**WHAT IS REQUIRED**
In the records that follow, find the line with "catch (java.io.IOException x)"; from there, retype every line exactly through the line with "private static void", which also belongs to the answer.

*** INFORMATION

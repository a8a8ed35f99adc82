package dev.tend.runtime;

import com.fasterxml.jackson.databind.JsonNode;
import com.fasterxml.jackson.databind.ObjectMapper;
import dev.tend.engine.Input;
import dev.tend.shared.HealthTransition;
import dev.tend.shared.SignalState;
import dev.tend.shared.time.VirtualClock;
import dev.tend.store.LedgerDraft;
import dev.tend.store.LedgerFilter;
import dev.tend.store.OpenReceipt;
import dev.tend.store.Store;
import org.junit.jupiter.api.Test;
import org.junit.jupiter.api.io.TempDir;

import java.nio.file.Path;
import java.sql.Connection;
import java.sql.DriverManager;
import java.sql.ResultSet;
import java.sql.Statement;
import java.time.Duration;
import java.time.Instant;
import java.util.ArrayList;
import java.util.List;
import java.util.Map;

import static org.assertj.core.api.Assertions.assertThat;

/**
 * Receipts of requests: counted in their caller's open receipt by the commit of their events,
 * in the ledger once they have been open a second on the driver's clock, and never lost: a
 * driver that starts closes what one that crashed left open.
 */
class OpenReceiptsTest {
    private static final Instant T = Instant.parse("2027-03-14T02:00:00Z");
    private static final ObjectMapper JSON = new ObjectMapper();

    @TempDir
    Path dir;

    private static LedgerDraft receipt(String by) {
        return new LedgerDraft(T, "transitions-received", Map.of("by", by, "from", "10.4.0.7", "accepted", 1, "rejected", 0,
                "requests", 1));
    }

    private static Input transition(int second, SignalState state) {
        return new Input.Transition(HealthTransition.of(T.plusSeconds(second), "fares-1", "n1", "heartbeat", state));
    }

    private static List<JsonNode> receipts(Store store) {
        List<JsonNode> out = new ArrayList<>();
        store.read(r -> {
            r.forEachLedger(LedgerFilter.all(), e -> {
                if (!e.kind().equals("transitions-received")) return;
                try {
                    out.add(JSON.readTree(e.entry()));
                } catch (java.io.IOException x) {
                    throw new AssertionError(x);
                }
            });
            return null;
        });
        return out;
    }

    private long openRows() throws Exception {
        try (Connection c = DriverManager.getConnection("jdbc:sqlite:" + dir.resolve("tend.db")); Statement s = c.createStatement();
             ResultSet rs = s.executeQuery("SELECT COUNT(*) FROM open_receipts")) {
            rs.next();
            return rs.getLong(1);
        }
    }

    private static void await(String what, java.util.function.BooleanSupplier condition) throws InterruptedException {
        long deadline = System.nanoTime() + Duration.ofSeconds(30).toNanos();
        while (!condition.getAsBoolean()) {
            if (System.nanoTime() > deadline) throw new AssertionError("timed out waiting until " + what);
            Thread.sleep(10);
        }
    }

    /** An orchestrator on {@code store}, recovered, whose driver runs on a thread of its own until {@link #stop}. */
    private final class Running {
        final Orchestrator orch;
        private final Thread driver;
        private final java.util.concurrent.atomic.AtomicReference<RuntimeException> failure = new java.util.concurrent.atomic.AtomicReference<>();

        Running(Store store, VirtualClock clock, QuartzTimers quartz, dev.tend.executor.SimulatedExecutor sim) throws Exception {
            orch = new Orchestrator(store, FixHeartbeatFixture.setup(dir), Map.of("simulated", sim), quartz, n -> { }, clock);
            quartz.fireInto(k -> orch.submit(new Input.TimerFired(k)));
            orch.recover();
            driver = new Thread(() -> {
                try {
                    orch.runUntil(() -> false);
                } catch (InterruptedException e) {
                    Thread.currentThread().interrupt();
                } catch (RuntimeException e) {
                    failure.set(e);
                }
            }, "test-driver");
            driver.start();
        }

        /** Stops the driver (a clean stop) and checks that it did not fail. */
        void stop() throws InterruptedException {
            orch.stop();
            driver.join();
            assertThat(failure.get()).as("the driver's failure").isNull();
        }
    }

    @Test
    void receiptsStayOpenUntilASecondHasPassedThenBecomeOneEntryPerCaller() throws Exception {
        VirtualClock clock = VirtualClock.at(T);
        try (Store store = Store.openSqlite(dir.resolve("tend.db")); QuartzTimers quartz = new QuartzTimers();
             dev.tend.executor.SimulatedExecutor sim = new dev.tend.executor.SimulatedExecutor(1, 100)) {
            Running running = new Running(store, clock, quartz, sim);
            Orchestrator orch = running.orch;
            // a starting driver closes whatever a crash may have left open, at once: nothing here
            orch.submitEventAndWait(transition(0, SignalState.SILENT)).get();

            orch.submitEventAndWait(transition(1, SignalState.CLEAR), receipt("olga")).get();
            orch.submitEventAndWait(transition(2, SignalState.SILENT), receipt("otto")).get();
            orch.submitEventAndWait(transition(3, SignalState.CLEAR), receipt("olga")).get();
            assertThat(receipts(store)).as("committed with their events, open in the store").isEmpty();
            assertThat(openRows()).isEqualTo(2);

            clock.advance(Duration.ofMillis(999));
            orch.submitEventAndWait(transition(4, SignalState.SILENT)).get(); // a commit before the second is up
            assertThat(receipts(store)).isEmpty();

            clock.advance(Duration.ofMillis(1));
            await("the idle driver closed the receipts", () -> receipts(store).size() == 2);
            List<JsonNode> closed = receipts(store);
            assertThat(closed).extracting(e -> e.get("by").asText()).containsExactly("olga", "otto");
            assertThat(closed.get(0).get("requests").asLong()).isEqualTo(2);
            assertThat(closed.get(0).get("accepted").asLong()).isEqualTo(2);
            assertThat(closed.get(0).get("from").asText()).isEqualTo("10.4.0.7");
            assertThat(closed.get(1).get("requests").asLong()).isEqualTo(1);
            assertThat(closed.get(0).get("at").asText()).as("stamped at the caller's last request").isEqualTo("2027-03-14T02:00:00Z");
            assertThat(openRows()).isZero();

            orch.submitEventAndWait(transition(5, SignalState.CLEAR), receipt("otto")).get();
            running.stop();
            assertThat(receipts(store)).as("a clean stop closes what is open").hasSize(3);
            assertThat(store.read(r -> r.verifyLedger()).ok()).isTrue();
        }
    }

    @Test
    void receiptsACrashLeftOpenAreInTheLedgerOnceTheNextDriverStarts() throws Exception {
        Instant first = T.minusSeconds(30);
        try (Store store = Store.openSqlite(dir.resolve("tend.db"))) {
            // what a driver that crashed left: counted with events it committed, never closed
            store.useTransaction(tx -> tx.addToOpenReceipts(List.of(new OpenReceipt("transitions-received",
                    "{\"by\":\"olga\",\"from\":\"10.4.0.7\"}", 40, 2, 21, first, first.plusMillis(900)))));
        }
        VirtualClock clock = VirtualClock.at(T);
        try (Store store = Store.openSqlite(dir.resolve("tend.db")); QuartzTimers quartz = new QuartzTimers();
             dev.tend.executor.SimulatedExecutor sim = new dev.tend.executor.SimulatedExecutor(1, 100)) {
            Running running = new Running(store, clock, quartz, sim);
            await("the started driver closed them", () -> receipts(store).size() == 1);
            running.stop();

            JsonNode e = receipts(store).get(0);
            assertThat(e.get("by").asText()).isEqualTo("olga");
            assertThat(e.get("accepted").asLong()).isEqualTo(40);
            assertThat(e.get("rejected").asLong()).isEqualTo(2);
            assertThat(e.get("requests").asLong()).isEqualTo(21);
            assertThat(e.get("at").asText()).isEqualTo("2027-03-14T01:59:30.900Z");
            assertThat(openRows()).isZero();
        }
    }
}
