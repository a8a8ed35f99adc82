package dev.tend.serve;

import com.fasterxml.jackson.databind.JsonNode;
import org.junit.jupiter.api.Test;
import org.junit.jupiter.api.extension.RegisterExtension;
import org.junit.jupiter.api.io.TempDir;

import java.nio.file.Path;
import java.time.Duration;
import java.time.Instant;
import java.util.List;

import static dev.tend.serve.ServeFixture.OLGA;
import static dev.tend.serve.ServeFixture.VERA;
import static dev.tend.serve.ServeFixture.awaitTrue;
import static dev.tend.serve.ServeFixture.transition;
import static org.assertj.core.api.Assertions.assertThat;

******

**TASK ANSWER**
                } catch (java.io.IOException x) {
                    throw new AssertionError(x);
                }
            });
            return null;
        });
        return out;
    }

    private long openRows() throws Exception {
        try (Connection c = DriverManager.getConnection("jdbc:sqlite:" + dir.resolve("tend.db")); Statement s = c.createStatement();
             ResultSet rs = s.executeQuery("SELECT COUNT(*) FROM open_receipts")) {
            rs.next();
            return rs.getLong(1);
        }
    }

    private static void await(String what, java.util.function.BooleanSupplier condition) throws InterruptedException {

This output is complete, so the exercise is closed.